# Chrome vulnerability



## lunarlander (Sep 22, 2007)

Hi,

I believe that the latest version of Chrome browser has a security hole. It enables attacker to push an exe and run it. I updated Chrome today. The exe pushed thru has a former Windows Defender file name mpsigstub, and was caught by my anti-executable. No other program was running other than Chrome.


----------



## lunarlander (Sep 22, 2007)

Nah, I was here at this forum. The attack was using a spoofed origin.


----------



## AmyToo (Sep 22, 2017)

@lunarlander You have a Security+ certification.

Should we all stop using Chrome?

Info from my computer:
Chrome 74.0.3729.157 (Official Build) (64-bit)

I didn't get an update today.


----------



## lunarlander (Sep 22, 2007)

I would add an anti-executable to your list of security defenses. Examples are : VoodooShield Free, NoVirusThanks EXE Radar Pro, Anti-Executable by Faronics .

Chrome developers move fast, releasing new versions almost every month. As such, updating your Chrome MIGHT work, because as they recompile the code, the security hole moves. Or the developers MIGHT fix the hole, if somebody told them exactly what to fix.


----------



## AmyToo (Sep 22, 2017)

What's an anti-executable?


----------



## lunarlander (Sep 22, 2007)

I amended my post as you typed . Please re-read.


----------



## AmyToo (Sep 22, 2017)

Is this a zero-day vulnerability? I'm not finding any info on security blogs.

The programs listed are Windows apps. They protect against this new Chrome vulnerability? 

Did you report it to Google?


----------



## lunarlander (Sep 22, 2007)

I wouldn't bet on security blogs having much info. Hackers have their own wares which they keep to themselves.

Anti-executables stop any unknown program that tries to run. Most exploits run a payload program.
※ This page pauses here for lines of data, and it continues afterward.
function skipOf(
  write: StudyWriter,
  axes: readonly ExpectedAxis[],
): { text: string; skip: ExpectedSkip | undefined } {
  const { draw } = write;
  const axis = axes.find(({ values }) => values.length > 2);
  if (axis === undefined || !draw.maybe(0.4)) return { text: '', skip: undefined };
  const { unit } = (write.given.get(axis.path) as { at: Written }).at;
  // half of the limits are values of the axis, which belong to the kept side
  const at = draw.whole(0, axis.values.length - 1);
  const si = draw.maybe(0.5) ? axis.values[at] : (axis.values[0] + axis.values[1]) / 2;
  const side = draw.oneOf('above', 'below');
  const value = Number((si / unitSize[unit]).toPrecision(12));
  const text = `skip:\n  - {when: {"${axis.path}": {${side}: ${textOf({ value, unit })}}}, because: drawn}\n`;
  return { text, skip: { path: axis.path, side, limit: inSi({ value, unit }) } };
}

function methodsOf({ draw }: StudyWriter): string {
  const methods = {
    lift_slope: draw.oneOf('polhamus', 'jones', 'table'),
    downwash: draw.oneOf('torenbeek', 'handbook'),
    aerodynamic_centre: draw.oneOf('table', 'quarter_mac'),
    body_moment: draw.oneOf('multhopp', 'quick_estimate'),
  };
  return `{${Object.entries(methods)
    .map(([key, word]) => `${key}: ${word}`)
    .join(', ')}}`;
}

function writeStudy(draw: Draw): RandomStudy {
  const write = new StudyWriter(draw);
  const wing = wingOf(write);
  const tail = tailOf(write, wing.outline);
  const body = bodyOf(write, wing.outline, tail.reach);
  const cg = cgOf(write, wing.outline);
  const { span, chord } = wing.outline;
  const speed = Math.max(8, 15 * Math.sqrt(chord) + draw.between(0, 50));
  const massOfLift = 0.6 * speed ** 2 * span * chord * draw.between(0.1, 1.2);
  const mass = write.give('mass', Math.min(45_000, Math.max(0.01, massOfLift / 9.8)), 'kg');
  const fast = write.give('conditions[1].speed', speed / knot, 'kt');
  const high = write.give('conditions[1].height', draw.between(0, 15_000), 'm');
  const vary = varyOf(write);
  const skip = skipOf(write, vary.axes);
  const required = requireOf(write, wing.outline);
  const text = `title: Drawn at random
show: ${draw.oneOf('metric', 'US')}
aeroplane:
  ${mass}
  wing: {${wing.text}}
  tail: {${tail.text}}
  body: ${body}
  cg: ${cg}
conditions: [{name: drawn, ${fast}, ${high}}]
methods: ${methodsOf(write)}
${vary.text}${skip.text}${required.text}`;
  return { text, axes: vary.axes, skip: skip.skip, edges: required.edges, band: required.band };
}

/** Studies, most of them without a fault. */
export const randomStudies: fc.Arbitrary<RandomStudy> = fc.gen().map((draw) => writeStudy(new Draw(draw)));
I don't have specifics on the security hole. Nothing to report.


----------



## AmyToo (Sep 22, 2017)

mpsigstub.exe is Windows executable. 

This new Chrome vulnerability exploits this Windows EXE?


----------



## lunarlander (Sep 22, 2007)

No, here's the log entry of the anti-exe: c:\windows\servic~1\networ~1\appdata\local\temp\ibd9d45f-d1fd-4182-860c-edeef1336838\mpsigstub.exe

MpSigStub.exe used to be part of Windows Defender I think. But I can find no trace of it in the current C:\ProgramData\Microsoft\Windows Defender\Platform\4.18.1902.2-0 nor anywhere on my C drive.


----------



## AmyToo (Sep 22, 2017)

MpSigStub.exe is a Windows system file. It's on Windows 7 and Windows 10. I checked my computers and VM images.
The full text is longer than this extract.